Do not change anything in the following chunk
You will be working on olympic_gymnasts dataset. Do not change the code below:
olympics <- readr::read_csv('https://raw.githubusercontent.com/rfordatascience/tidytuesday/master/data/2021/2021-07-27/olympics.csv')

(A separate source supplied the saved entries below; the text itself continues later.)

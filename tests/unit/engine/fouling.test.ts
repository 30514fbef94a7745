import { describe, expect, it } from "vitest";
import fc from "fast-check";
import {
  type FoulingGrowth,
  cleaningCostRatePerMonth,
  foulingResistanceM2KPerW,
  integratedFoulingM2KPerWMonths,
  monthlyFoulingM2KPerW,
  optimalCleaningIntervalMonths,
} from "@/lib/engine/fouling";

function bruteForceOptimum(growth: FoulingGrowth, k: number, s: number): number {
  let best = 0;
  let bestRate = Number.POSITIVE_INFINITY;
  for (let t = 0.01; t <= 400; t += 0.01) {
    const r = cleaningCostRatePerMonth(growth, k, s, t);
    if (r < bestRate) {
      bestRate = r;
      best = t;
    }
  }
  return best;
}

describe("fouling growth", () => {
  // Source: Kern & Seaton (1959): Rf(t) = Rf∞·(1 − e^(−t/τ)).
  it("asymptotic growth reaches 63 % of the asymptote in one time constant", () => {
    const g: FoulingGrowth = { model: "asymptotic", asymptoticM2KPerW: 0.000176, timeConstantMonths: 3 };
    expect(foulingResistanceM2KPerW(g, 3) / 0.000176).toBeCloseTo(1 - Math.exp(-1), 12);
    expect(foulingResistanceM2KPerW(g, 0)).toBe(0);
  });

  it("the monthly schedule resets at each cleaning and averages the growth over each month", () => {
    const g: FoulingGrowth = { model: "linear", rateM2KPerWPerMonth: 1e-5 };
    const m = monthlyFoulingM2KPerW(g, 12);
    expect(m[0]).toBeCloseTo(0.5e-5, 15);
    expect(m[11]).toBeCloseTo(11.5e-5, 15);
    const m6 = monthlyFoulingM2KPerW(g, 6);
    expect(m6[6]).toBeCloseTo(m6[0] ?? NaN, 15);
    // a 24-month interval: each calendar month is the average of its two years
    const m24 = monthlyFoulingM2KPerW(g, 24);
    expect(m24[0]).toBeCloseTo(0.5 * (0.5e-5 + 12.5e-5), 15);
    // long-run mean over the year = ∫₀ᵀ Rf/T for intervals that divide the year or are multiples of it
    const mean = m24.reduce((a, b) => a + b, 0) / 12;
    expect(mean).toBeCloseTo(integratedFoulingM2KPerWMonths(g, 24) / 24, 15);
  });
});

describe("cost-minimising cleaning interval", () => {
  // Source: renewal-cost minimisation — A(T) = [K + ∫₀ᵀ p]/T is least where A(T*) = p(T*); with a
  // linear penalty p = a·t, T* = √(2K/a). Checked against brute-force minimisation of A(T).
  it("T* = √(2K/a) for linear growth, equal to the brute-force minimum", () => {
    fc.assert(
      fc.property(fc.double({ min: 500, max: 20000, noNaN: true }), fc.double({ min: 1e6, max: 1e8, noNaN: true }), fc.double({ min: 5e-6, max: 3e-5, noNaN: true }), (k, s, rate) => {
        const g: FoulingGrowth = { model: "linear", rateM2KPerWPerMonth: rate };
        const t = optimalCleaningIntervalMonths(g, k, s);
        expect(t).not.toBeNull();
        expect(t).toBeCloseTo(Math.sqrt((2 * k) / (s * rate)), 9);
        fc.pre((t ?? 0) < 300);
        expect(Math.abs((t ?? 0) - bruteForceOptimum(g, k, s))).toBeLessThan(0.02);
      }),
      { numRuns: 20 },
    );
  });

  it("asymptotic growth: the root of A(T) = p(T) is the brute-force minimum, or none when cleaning never pays", () => {
    const g: FoulingGrowth = { model: "asymptotic", asymptoticM2KPerW: 0.000176, timeConstantMonths: 6 };
    const s = 2e7;
    const k = 5000;
    const t = optimalCleaningIntervalMonths(g, k, s);
    expect(t).not.toBeNull();
    expect(Math.abs((t ?? 0) - bruteForceOptimum(g, k, s))).toBeLessThan(0.02);
    // K ≥ s·Rf∞·τ: the average cost rate falls for ever
    expect(optimalCleaningIntervalMonths(g, s * 0.000176 * 6 * 1.01, s)).toBeNull();
    expect(optimalCleaningIntervalMonths(g, 0, s)).toBeNull();
  });
});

olympic_gymnasts <- olympics %>%
filter(!is.na(age)) %>% # only keep athletes with known age
filter(sport == "Gymnastics") %>% # keep only gymnasts
mutate(
medalist = case_when( # add column for success in medaling
is.na(medal) ~ FALSE, # NA values go to FALSE
!is.na(medal) ~ TRUE # non-NA values (Gold, Silver, Bronze) go to TRUE
)
)
More information about the dataset can be found at
https://github.com/rfordatascience/tidytuesday/blob/master/data/2021/2021-07-27/readme.md
Question 1: Create a subset dataset with the following columns only: name, sex, age, team, year and medalist. Call it df.
df<- olympic_gymnasts|>
select(name, sex, age, team, year, medalist)
df
## # A tibble: 25,528 × 6
## name sex age team year medalist
## <chr> <chr> <dbl> <chr> <dbl> <lgl>
## 1 Paavo Johannes Aaltonen M 28 Finland 1948 TRUE
## 2 Paavo Johannes Aaltonen M 28 Finland 1948 TRUE
## 3 Paavo Johannes Aaltonen M 28 Finland 1948 FALSE
## 4 Paavo Johannes Aaltonen M 28 Finland 1948 TRUE
## 5 Paavo Johannes Aaltonen M 28 Finland 1948 FALSE
## 6 Paavo Johannes Aaltonen M 28 Finland 1948 FALSE
## 7 Paavo Johannes Aaltonen M 28 Finland 1948 FALSE
## 8 Paavo Johannes Aaltonen M 28 Finland 1948 TRUE
## 9 Paavo Johannes Aaltonen M 32 Finland 1952 FALSE
## 10 Paavo Johannes Aaltonen M 32 Finland 1952 TRUE
## # ℹ 25,518 more rows
Question 2: From df create df2 that only have year of 2008 2012, and 2016
df2 <- df |>
filter(year == c(2008,2012,2016))
df2
## # A tibble: 886 × 6
## name sex age team year medalist
## <chr> <chr> <dbl> <chr> <dbl> <lgl>
## 1 Nstor Abad Sanjun M 23 Spain 2016 FALSE
## 2 Nstor Abad Sanjun M 23 Spain 2016 FALSE
## 3 Katja Abel F 25 Germany 2008 FALSE
## 4 Denis Mikhaylovich Ablyazin M 19 Russia 2012 TRUE
## 5 Denis Mikhaylovich Ablyazin M 19 Russia 2012 FALSE
## 6 Denis Mikhaylovich Ablyazin M 24 Russia 2016 TRUE
## 7 Denis Mikhaylovich Ablyazin M 24 Russia 2016 TRUE
## 8 Andreea Roxana Acatrinei F 16 Romania 2008 TRUE
## 9 Jonna Eva-Maj Adlerteg F 17 Sweden 2012 FALSE
## 10 Kseniya Dmitriyevna Afanasyeva F 16 Russia 2008 FALSE
## # ℹ 876 more rows
Question 3 Group by these three years (2008,2012, and 2016) and summarize the mean of the age in each group.
df2 |>
group_by(year) |>
summarize(
mean_age = mean(age)
)
## # A tibble: 3 × 2
## year mean_age
## <dbl> <dbl>
## 1 2008 21.7
## 2 2012 22.0
## 3 2016 22.2
Question 4 Use olympic_gymnasts dataset, group by year, and find the mean of the age for each year, call this dataset oly_year. (optional after creating the dataset, find the minimum average age)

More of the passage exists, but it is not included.